== Input data

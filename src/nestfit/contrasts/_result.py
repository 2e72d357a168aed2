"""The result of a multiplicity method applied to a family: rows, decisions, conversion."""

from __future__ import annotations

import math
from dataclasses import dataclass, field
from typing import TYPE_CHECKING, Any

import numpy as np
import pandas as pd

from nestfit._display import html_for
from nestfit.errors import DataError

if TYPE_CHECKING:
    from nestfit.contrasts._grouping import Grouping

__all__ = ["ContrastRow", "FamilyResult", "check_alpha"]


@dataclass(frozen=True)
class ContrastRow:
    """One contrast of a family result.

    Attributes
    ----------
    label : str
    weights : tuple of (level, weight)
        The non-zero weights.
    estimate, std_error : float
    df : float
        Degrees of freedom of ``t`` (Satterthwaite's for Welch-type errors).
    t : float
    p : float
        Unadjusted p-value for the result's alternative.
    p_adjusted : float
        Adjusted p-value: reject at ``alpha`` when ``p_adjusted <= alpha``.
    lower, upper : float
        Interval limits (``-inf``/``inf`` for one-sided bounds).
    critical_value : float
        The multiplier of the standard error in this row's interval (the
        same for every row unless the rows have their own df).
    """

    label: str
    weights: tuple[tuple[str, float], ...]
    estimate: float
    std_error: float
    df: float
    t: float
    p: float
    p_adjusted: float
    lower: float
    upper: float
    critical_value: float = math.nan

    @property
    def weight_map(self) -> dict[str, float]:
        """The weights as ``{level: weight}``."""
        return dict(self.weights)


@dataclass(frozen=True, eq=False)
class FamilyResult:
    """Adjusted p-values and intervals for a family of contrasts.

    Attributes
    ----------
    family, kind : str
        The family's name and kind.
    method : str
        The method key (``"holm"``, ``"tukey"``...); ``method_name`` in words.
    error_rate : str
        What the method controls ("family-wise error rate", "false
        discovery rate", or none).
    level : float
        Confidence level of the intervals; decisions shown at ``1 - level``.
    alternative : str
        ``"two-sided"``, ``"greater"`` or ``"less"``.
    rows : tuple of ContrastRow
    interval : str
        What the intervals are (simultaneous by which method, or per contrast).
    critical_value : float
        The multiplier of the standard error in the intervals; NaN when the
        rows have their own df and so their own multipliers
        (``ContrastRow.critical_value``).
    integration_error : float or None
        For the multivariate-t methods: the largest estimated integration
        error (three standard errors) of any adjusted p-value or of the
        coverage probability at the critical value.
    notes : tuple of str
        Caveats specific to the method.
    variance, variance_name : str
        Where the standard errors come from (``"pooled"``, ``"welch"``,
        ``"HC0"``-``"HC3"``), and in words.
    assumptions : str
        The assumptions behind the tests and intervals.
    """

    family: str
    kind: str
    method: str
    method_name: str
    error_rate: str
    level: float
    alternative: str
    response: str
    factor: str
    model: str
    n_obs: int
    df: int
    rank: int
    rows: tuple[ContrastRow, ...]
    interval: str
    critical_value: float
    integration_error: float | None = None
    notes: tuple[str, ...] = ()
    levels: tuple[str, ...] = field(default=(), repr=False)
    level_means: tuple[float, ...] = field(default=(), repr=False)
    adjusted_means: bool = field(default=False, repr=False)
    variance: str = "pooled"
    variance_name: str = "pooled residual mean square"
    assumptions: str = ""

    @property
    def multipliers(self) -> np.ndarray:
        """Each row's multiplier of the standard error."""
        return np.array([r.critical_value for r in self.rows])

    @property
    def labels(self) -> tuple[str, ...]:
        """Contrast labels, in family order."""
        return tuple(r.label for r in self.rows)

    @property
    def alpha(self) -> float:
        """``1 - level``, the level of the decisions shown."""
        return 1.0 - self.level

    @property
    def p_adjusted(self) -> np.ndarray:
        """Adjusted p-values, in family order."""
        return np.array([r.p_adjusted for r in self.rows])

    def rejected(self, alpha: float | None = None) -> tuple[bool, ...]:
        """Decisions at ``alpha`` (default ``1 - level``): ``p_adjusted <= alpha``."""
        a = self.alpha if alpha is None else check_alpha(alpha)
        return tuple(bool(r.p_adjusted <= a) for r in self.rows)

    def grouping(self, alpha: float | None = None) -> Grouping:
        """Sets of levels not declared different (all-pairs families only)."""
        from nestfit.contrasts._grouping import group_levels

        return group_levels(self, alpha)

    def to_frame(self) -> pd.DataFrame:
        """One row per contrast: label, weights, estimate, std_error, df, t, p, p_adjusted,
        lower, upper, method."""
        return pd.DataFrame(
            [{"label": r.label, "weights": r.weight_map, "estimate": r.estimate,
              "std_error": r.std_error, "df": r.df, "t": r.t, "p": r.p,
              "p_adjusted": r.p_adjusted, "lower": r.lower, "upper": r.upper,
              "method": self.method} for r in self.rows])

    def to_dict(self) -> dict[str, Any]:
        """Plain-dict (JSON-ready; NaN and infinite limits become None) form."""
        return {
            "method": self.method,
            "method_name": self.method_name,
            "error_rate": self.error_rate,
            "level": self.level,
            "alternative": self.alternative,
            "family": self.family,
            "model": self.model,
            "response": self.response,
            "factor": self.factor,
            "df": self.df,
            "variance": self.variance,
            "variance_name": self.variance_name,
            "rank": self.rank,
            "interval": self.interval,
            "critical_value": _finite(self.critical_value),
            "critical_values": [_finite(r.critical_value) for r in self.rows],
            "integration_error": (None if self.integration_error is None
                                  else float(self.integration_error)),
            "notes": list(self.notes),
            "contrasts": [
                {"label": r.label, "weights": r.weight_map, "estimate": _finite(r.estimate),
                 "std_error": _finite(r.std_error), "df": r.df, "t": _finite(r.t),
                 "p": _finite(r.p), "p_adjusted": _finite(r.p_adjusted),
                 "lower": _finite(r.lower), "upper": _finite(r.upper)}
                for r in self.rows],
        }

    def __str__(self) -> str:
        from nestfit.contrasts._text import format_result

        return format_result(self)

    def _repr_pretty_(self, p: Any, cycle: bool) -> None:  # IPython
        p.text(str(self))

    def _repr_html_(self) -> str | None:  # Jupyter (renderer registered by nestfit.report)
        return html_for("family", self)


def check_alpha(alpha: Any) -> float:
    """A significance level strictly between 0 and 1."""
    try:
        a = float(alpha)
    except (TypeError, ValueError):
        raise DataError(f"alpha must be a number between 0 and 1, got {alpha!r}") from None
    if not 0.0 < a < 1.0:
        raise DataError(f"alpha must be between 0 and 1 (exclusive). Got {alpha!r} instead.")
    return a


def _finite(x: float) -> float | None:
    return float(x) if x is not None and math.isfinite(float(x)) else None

====

### [Instructions for the task]
Among the entries above, how many lines contain the string "response"? Write the number alone.

### [Worked solution]
2